The Alamo Christian Foundation was an American cult founded in 1969 by Christian evangelist Tony Alamo and one of his wives, Susan Alamo. Susan Alamo died in April 1982. After years of legal troubles during which he was accused of engaging in abusive behavior against his followers, Alamo was convicted of ten child rape offenses in 2009. He remained in prison until his death in May 2017.

Founders
Tony Alamo (1934–2017) was born Bernie Lazar Hoffman to a Jewish family. In the 1960s, he worked in Hollywood as a pop singer under the names Mark Hoffman and Marcus Abad. Also he owned the Little Mark, Alamo, and Talamo Records record labels.

Susan Alamo (1925–1982) was born Edith Opal Horn in Alma, Arkansas. Twice married and with a daughter, she came to Hollywood and attempted to become an actress. Converting from Judaism to Christianity, she became an itinerant evangelist before she met Hoffman.

After divorcing their respective spouses, Horn and Hoffman married in a 1966 Las Vegas ceremony, legally changing their names to Tony Alamo and Susan Alamo.

History

Early years
Tony and Susan Alamo founded the Alamo Christian Foundation in 1969 in Hollywood, California.

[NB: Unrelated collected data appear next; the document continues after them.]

using System;
using System.Collections.Generic;
using System.IO;
using System.Linq;
using InductionHazard.Errors;
using InductionHazard.Quantities;

namespace InductionHazard.Waveforms;

/// <summary>
/// Builds a waveform from named values: the parameters of New-FieldWaveform or a waveform table of a site file.
/// The form is named by a Form value or by a true switch of its name (Ramp, Sine, Fault, Discharge, Decay,
/// Trapezoid, Samples); Repeat and Period make any pulse a train.
/// </summary>
public static class WaveformRecordReader
{
    /// <summary>The forms, as named in parameters and site files.</summary>
    public static IReadOnlyList<string> Forms { get; } = new[] { "Ramp", "Sine", "Fault", "Discharge", "Decay", "Trapezoid", "Samples" };

    /// <summary>Reads the waveform.</summary>
    /// <param name="values">The named values.</param>
    /// <param name="baseDirectory">Where a relative capture path is resolved from.</param>
    /// <param name="label">How the definition is named in messages ("waveform", "station 'Bay 2' source 1 waveform").</param>
    /// <exception cref="RecordException">A value is missing, malformed or of the wrong unit.</exception>
    /// <exception cref="InvalidInputException">A value is out of range.</exception>
    /// <exception cref="DataFileException">A capture file cannot be read.</exception>
    public static FieldWaveform Read(IEnumerable<KeyValuePair<string, object?>> values, string baseDirectory, string label = "waveform")
    {
        var fields = new RecordFields(values);
        string form = fields.Form(Forms, label);
        double start = fields.Quantity("Start", QuantityKind.Time, required: false) ?? 0.0;
        FieldWaveform? waveform = form switch
        {
            "Ramp" => Ramp(fields, start),
            "Sine" => Sine(fields, start),
            "Fault" => Fault(fields, start),
            "Discharge" => Discharge(fields, start),
            "Decay" => Decay(fields, start),
            "Trapezoid" => Trapezoid(fields, start),
            _ => Samples(fields, baseDirectory),
        };
        int? repeat = Count(fields);
        double? period = fields.Quantity("Period", QuantityKind.Time, required: repeat is not null);
        fields.RejectUnused("is not a value of this " + label + " (check the spelling)");
        if (fields.Errors.Count > 0 || waveform is null)
        {
            throw new RecordException(label, fields.Errors);
        }

        return repeat is { } n ? new RepeatedWaveform(waveform, n, period!.Value) : waveform;
    }

    private static RampWaveform? Ramp(RecordFields f, double start)
    {
        DriveLevel? from = Level(f, "From", required: true), to = Level(f, "To", required: true);
        double? duration = f.Quantity("Duration", QuantityKind.Time, required: true);
        if (from is null || to is null || duration is null)
        {
            return null;
        }

        DriveKind kind = DriveLevel.Common(from.Value, to.Value)
            ?? throw new InvalidInputException("To", "is " + to + " but From is " + from + ": both must be flux densities or both currents");
        return new RampWaveform(from.Value.Value, to.Value.Value, duration.Value, start, kind);
    }

    private static SineWaveform? Sine(RecordFields f, double start)
    {
        bool rms = f.Has("RmsAmplitude");
        DriveLevel? level = rms ? Level(f, "RmsAmplitude", required: true) : Level(f, "Amplitude", required: true);
        double? frequency = f.Quantity("Frequency", QuantityKind.Frequency, required: true);
        double phase = f.Quantity("PhaseDegrees", QuantityKind.Angle, required: false, "Phase") ?? 0.0;
        double? duration = f.Quantity("Duration", QuantityKind.Time, required: false);
        if (level is null || frequency is null)
        {
            return null;
        }

        double peak = rms ? level.Value.Value * Math.Sqrt(2) : level.Value.Value;
        return new SineWaveform(peak, frequency.Value, phase * Math.PI / 180, duration, start, level.Value.Kind);
    }

    private static FaultWaveform? Fault(RecordFields f, double start)
    {
        double? current = f.Quantity("Current", QuantityKind.ElectricCurrent, required: true);
        double? xr = f.Number("XOverR", required: true, "XR");
        double? frequency = f.Quantity("Frequency", QuantityKind.Frequency, required: true);
        double clearing = f.Quantity("ClearingTime", QuantityKind.Time, required: false) ?? FaultWaveform.DefaultClearingSeconds;
        double? angle = f.Quantity("ClosingAngleDegrees", QuantityKind.Angle, required: false, "ClosingAngle");
        return current is null || xr is null || frequency is null
            ? null
            : new FaultWaveform(current.Value, xr.Value, frequency.Value, clearing, angle is { } a ? a * Math.PI / 180 : null, start);
    }

    private static DischargeWaveform? Discharge(RecordFields f, double start)
    {
        double? c = f.Quantity("Capacitance", QuantityKind.Capacitance, required: true);
        double? v = f.Quantity("Voltage", QuantityKind.Voltage, required: true);
        double? l = f.Quantity("Inductance", QuantityKind.Inductance, required: true);
        double? r = f.Quantity("Resistance", QuantityKind.Resistance, required: true);
        bool crowbar = f.Raw("Crowbar", required: false) is { } cb && RecordFields.IsTrue(cb);
        return c is null || v is null || l is null || r is null ? null : new DischargeWaveform(c.Value, v.Value, l.Value, r.Value, crowbar, start);
    }

    private static DecayWaveform? Decay(RecordFields f, double start)
    {
        DriveLevel? from = Level(f, "From", required: true);
        DriveLevel to = Level(f, "To", required: false) ?? new DriveLevel(0, DriveKind.Unspecified);
        double? tau = f.Quantity("TimeConstant", QuantityKind.Time, required: true, "Tau");
        if (from is null || tau is null)
        {
            return null;
        }

        DriveKind kind = DriveLevel.Common(from.Value, to)
            ?? throw new InvalidInputException("To", "is " + to + " but From is " + from + ": both must be flux densities or both currents");
        return new DecayWaveform(from.Value.Value, tau.Value, to.Value, start, kind);
    }

    private static PiecewiseLinearWaveform? Trapezoid(RecordFields f, double start)
    {
        DriveLevel? amplitude = Level(f, "Amplitude", required: true);
        double? rise = f.Quantity("RiseTime", QuantityKind.Time, required: true, "Rise");
        double flat = f.Quantity("FlatTime", QuantityKind.Time, required: false, "Flat") ?? 0.0;
        double? fall = f.Quantity("FallTime", QuantityKind.Time, required: true, "Fall");
        return amplitude is null || rise is null || fall is null
            ? null
            : PiecewiseLinearWaveform.Trapezoid(amplitude.Value.Value, rise.Value, flat, fall.Value, start, amplitude.Value.Kind);
    }

    private static PiecewiseLinearWaveform? Samples(RecordFields f, string baseDirectory)
    {
        string? path = f.Text("Path", required: true, "File", "Capture");
        string? timeColumn = f.Text("TimeColumn", required: false);
        string? valueColumn = f.Text("ValueColumn", required: false);
        string? unit = f.Text("Unit", required: true);
        if (path is null || unit is null)
        {
            return null;
        }

        DriveLevel scale;
        try
        {
            scale = DriveLevel.Parse("1 " + unit);
        }
        catch (QuantityFormatException ex)
        {
            f.AddError("Unit", "'" + unit + "' is not a unit of flux density or current (" + ex.Message + ")", ex.ErrorId);
            return null;
        }

        if (scale.Kind == DriveKind.Unspecified)
        {
            f.AddError("Unit", "give the values' unit, such as 'T', 'mT' or 'kA'");
            return null;
        }

        string full = Path.IsPathRooted(path) ? path : Path.Combine(baseDirectory, path);
        return CaptureReader.Read(full, timeColumn, valueColumn, scale.Value, scale.Kind, unit);
    }

    private static DriveLevel? Level(RecordFields f, string name, bool required)
    {
        object? raw = f.Raw(name, required);
        if (raw is null)
        {
            return null;
        }

        try
        {
            return DriveLevel.Parse(raw);
        }
        catch (QuantityFormatException ex)
        {
            f.AddError(name, ex.Message, ex.ErrorId);
            return null;
        }
    }

    private static int? Count(RecordFields f)
    {
        double? n = f.Number("Repeat", required: false, "Count");
        if (n is null)
        {
            return null;
        }

        if (n.Value != Math.Floor(n.Value) || n.Value < 1 || n.Value > RepeatedWaveform.MaxCount)
        {
            f.AddError("Repeat", "must be a whole number of pulses from 1 to " + RepeatedWaveform.MaxCount + "; got " + n.Value);
            return null;
        }

        return (int)n.Value;
    }
}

The church became the subject of controversy and as a result, it was frequently criticized for its manner of evangelization, which often involved young members of the congregation walking on the streets of Hollywood, inviting people to convert to Christianity and taking them to the church for evening services in Agua Dulce – roughly an hour away – for a meeting and a meal. Many of these individuals chose to stay on to become Bible students and lay ministers.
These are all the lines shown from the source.